# Unkle Funka Is Back



## Mrboots2u (May 10, 2013)

The seasonal blend from extract

It changes every year , but last couple have been knock out

wont last for ever........

http://shop.extractcoffee.co.uk/product/unkle-funka-espresso


----------



## froggystyle (Oct 30, 2013)

Any discount codes for this roaster?


----------



## Mrboots2u (May 10, 2013)

froggystyle said:


> Any discount codes for this roaster?


Not currently i dint think

Sometimes you have to pay fill price









Ill be getting some of this , it was a knock blend for milk drinks last year


----------



## froggystyle (Oct 30, 2013)

Sounds very tasty in milk, but £10 for 250g.......


----------



## Mrboots2u (May 10, 2013)

froggystyle said:


> Sounds very tasty in milk, but £10 for 250g.......


Buying one bag form any roaster isn't always going to be the best value

Yes I know other roasters are less expensive

Still gonna get some


----------



## Lighty (May 31, 2013)

Is it that good boots?

flat & latte at Chez Lights so could be a winner !


----------



## Tiny tamper (May 23, 2014)

Mrboots2u said:


> The seasonal blend from extract
> 
> It changes every year , but last couple have been knock out
> 
> ...


Just ordered 3 bags boots hope I like it lol, I'm starting a bean book for my own records do any of you guys keep records and what data do you record?


----------



## Guest (Jul 2, 2014)

i just bought this http://www.hasbean.co.uk/products/the-greatest-coffee-tasting-notes-book-ever

for £1.99 its all i need.


----------



## Tiny tamper (May 23, 2014)

Noah&theBean said:


> i just bought this http://www.hasbean.co.uk/products/the-greatest-coffee-tasting-notes-book-ever
> 
> for £1.99 its all i need.


Absolutely perfect just what I was looking for bought 2 just incase lol cheers noah


----------



## Mrboots2u (May 10, 2013)

Tiny tamper said:


> Just ordered 3 bags boots hope I like it lol, I'm starting a bean book for my own records do any of you guys keep records and what data do you record?


It's a seasonal blend so don't know exactly what it will taste like all I can say is the last couple of years have been stonking . If you really don't like it I'll swap something for it ok


----------



## Tiny tamper (May 23, 2014)

That's good enough for me


----------



## charris (Feb 17, 2014)

Tiny tamper said:


> Just ordered 3 bags boots hope I like it lol, I'm starting a bean book for my own records do any of you guys keep records and what data do you record?


See my thread on evernote and kustomnote.
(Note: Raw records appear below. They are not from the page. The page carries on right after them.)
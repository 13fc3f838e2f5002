import { mkdir, mkdtemp, readdir, rm, utimes, writeFile } from 'node:fs/promises';
import { tmpdir } from 'node:os';
import { join } from 'node:path';
import { afterEach, beforeEach, describe, expect, it } from 'vitest';
import { openDiskStorage } from './disk-storage.js';

let folder: string;
beforeEach(async () => {
  folder = await mkdtemp(join(tmpdir(), 'sw-storage-'));
});
afterEach(() => rm(folder, { recursive: true, force: true }));

async function leave(path: string, ageMs: number): Promise<void> {
  await mkdir(join(folder, path, '..'), { recursive: true });
  await writeFile(join(folder, path), 'left over');
  const then = new Date(Date.now() - ageMs);
  await utimes(join(folder, path), then, then);
}

const hour = 60 * 60 * 1000;

describe('opening the storage', () => {
  it('clears what was left half written or half received long ago, and nothing else', async () => {
    await leave('workshops/w/models/m/r/solid.mesh.1f.part', 2 * hour);
    await leave('workshops/w/models/m/r/view.glb.2f.part', hour / 2);
    await leave('workshops/w/models/m/r/solid.mesh', 90 * hour);
    await leave('incoming/old.upload', 25 * hour);
    await leave('incoming/new.upload', hour);
    await openDiskStorage(folder);
    expect(await readdir(join(folder, 'workshops/w/models/m/r'))).toEqual([
      'solid.mesh',
      'view.glb.2f.part',
    ]);
    expect(await readdir(join(folder, 'incoming'))).toEqual(['new.upload']);
  });
});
It is a very easy way to keep track of your tastings.


----------



## urbanbumpkin (Jan 30, 2013)

Had my first try this morning, took a couple of attempts to dial in. Went with 30g from 18g in 25 secs.Drank with milk as a Cappa sweet strawberry milk shake!
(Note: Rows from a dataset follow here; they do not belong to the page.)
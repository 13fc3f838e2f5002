import { mkdir, readdir, rename, rm, stat } from 'node:fs/promises';
import { dirname, join, resolve, sep } from 'node:path';
import { isStorageKey } from './storage-keys.js';

/** Files of the product on the local disk, by key. Workers use the same folder. */
export interface FileStorage {
  /** The folder itself. */
  readonly folder: string;
  /** Where uploads are received; on the same disk, so taking one in is a rename. */
  readonly incomingFolder: string;
  /** Where a key lives. Throws on a text that is no key. */
  readonly pathOf: (key: string) => string;
  /** Moves a received file to its key. */
  readonly takeIn: (path: string, key: string) => Promise<void>;
  /** Size in bytes, or null when there is no such file. */
  readonly sizeOf: (key: string) => Promise<number | null>;
  /** Removes a file or folder with all in it; nothing happens when it is not there. */
  readonly remove: (key: string) => Promise<void>;
}

/** Opens the storage and clears what killed servers and workers left half received or half written. */
export async function openDiskStorage(folder: string): Promise<FileStorage> {
  const root = resolve(folder);
  const incomingFolder = join(root, 'incoming');
  await mkdir(incomingFolder, { recursive: true });
  await clearLeftOvers(incomingFolder);
  await clearUnfinished(root);

  function pathOf(key: string): string {
    if (!isStorageKey(key)) throw new Error(`Not a storage key: ${key.slice(0, 80)}`);
    return root + sep + key.replaceAll('/', sep);
  }

  return {
    folder: root,
    incomingFolder,
    pathOf,
    async takeIn(path, key) {
      const target = pathOf(key);
      await mkdir(dirname(target), { recursive: true });
      await rename(path, target);
    },
    async sizeOf(key) {
      try {
        return (await stat(pathOf(key))).size;
      } catch (error) {
        if ((error as NodeJS.ErrnoException).code === 'ENOENT') return null;
        throw error;
      }
    },
    remove: (key) => rm(pathOf(key), { recursive: true, force: true }),
  };
}

/** Old enough that no server that still runs can be receiving it. */
const ABANDONED_AFTER_MS = 24 * 60 * 60 * 1000;

async function clearLeftOvers(folder: string): Promise<void> {
  for (const name of await readdir(folder)) {
    const path = join(folder, name);
    const { mtimeMs } = await stat(path);
    if (Date.now() - mtimeMs > ABANDONED_AFTER_MS) await rm(path, { recursive: true, force: true });
  }
}

/** Workers write a file under a name that ends like this until it is whole. */
const UNFINISHED = '.part';
/** The largest file is written in minutes. */
const UNFINISHED_AFTER_MS = 60 * 60 * 1000;

async function clearUnfinished(root: string): Promise<void> {
  for (const entry of await readdir(root, { recursive: true, withFileTypes: true })) {
    if (!entry.isFile() || !entry.name.endsWith(UNFINISHED)) continue;
    const path = join(entry.parentPath, entry.name);
    const { mtimeMs } = await stat(path);
    if (Date.now() - mtimeMs > UNFINISHED_AFTER_MS) await rm(path, { force: true });
  }
}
Crazy beans I'm Funka'd up!


----------



## drude (Apr 22, 2013)

What's this like as an espresso? Everyone seems to be talking about milky drinks.


----------



## Neill (Jun 26, 2013)

drude said:


> What's this like as an espresso? Everyone seems to be talking about milky drinks.
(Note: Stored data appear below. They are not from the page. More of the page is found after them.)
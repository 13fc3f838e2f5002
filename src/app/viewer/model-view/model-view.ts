import {
  ChangeDetectionStrategy,
  Component,
  computed,
  effect,
  inject,
  input,
  untracked,
} from '@angular/core';
import { MatProgressBar } from '@angular/material/progress-bar';
import { writeCount, writeLengthMm } from '../../ui/format/quantities';
import { Notice } from '../../ui/notice/notice';
import { type Triple } from '../scene/view-parts';
import { Viewer } from '../viewer';
import { ModelViewStore } from './model-view-store';
import { wholeModel } from './scaled-parts';

/** A model's picture with its size along its sides, and the same numbers in words below it. */
@Component({
  selector: 'sw-model-view',
  imports: [MatProgressBar, Notice, Viewer],
  providers: [ModelViewStore],
  templateUrl: './model-view.html',
  styleUrl: './model-view.scss',
  changeDetection: ChangeDetectionStrategy.OnPush,
})
export class ModelView {
  protected readonly store = inject(ModelViewStore);

  readonly modelId = input.required<string>();
  /** Size to draw it in, for pages that know it or let it be changed; left out, it is asked for. */
  readonly sizeMm = input<Triple | null>();

  private readonly asksSize = computed(() => this.sizeMm() === undefined);
  private readonly size = computed(() => this.sizeMm() ?? this.store.sizeMm());
  protected readonly pieces = computed(() => {
    const size = this.size();
    const parts = this.store.parts();
    const piece = size && parts ? wholeModel(parts, size) : null;
    return piece ? [piece] : [];
  });
  protected readonly sides = computed(() => {
    const size = this.size();
    if (!size) return [];
    return ['x', 'y', 'z'].map((axis, at) => ({ axis, length: writeLengthMm(size[at]!) }));
  });
  protected readonly triangles = computed(() => {
    const piece = this.pieces()[0];
    return piece ? writeCount(piece.surface.indices.length / 3) : '';
  });
  protected readonly description = computed(() => {
    const sides = this.sides().map((side) => `${side.axis} ${side.length}`);
    return `Picture of the model, ${sides.join(', ')}. The same numbers stand below it.`;
  });

  constructor() {
    effect(() => {
      const id = this.modelId();
      const asksSize = this.asksSize();
      untracked(() => void this.store.open(id, asksSize));
    });
  }
}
Strawberry. Strawberry. Strawberry. Juicy.


----------



## Neill (Jun 26, 2013)

Oh, also go with Boots' recommendation and pull it a bit longer 18 to 32 and bam, the sweetness hit.


----------



## urbanbumpkin (Jan 30, 2013)

Neill said:


> Oh, also go with Boots' recommendation and pull it a bit longer 18 to 32 and bam, the sweetness hit.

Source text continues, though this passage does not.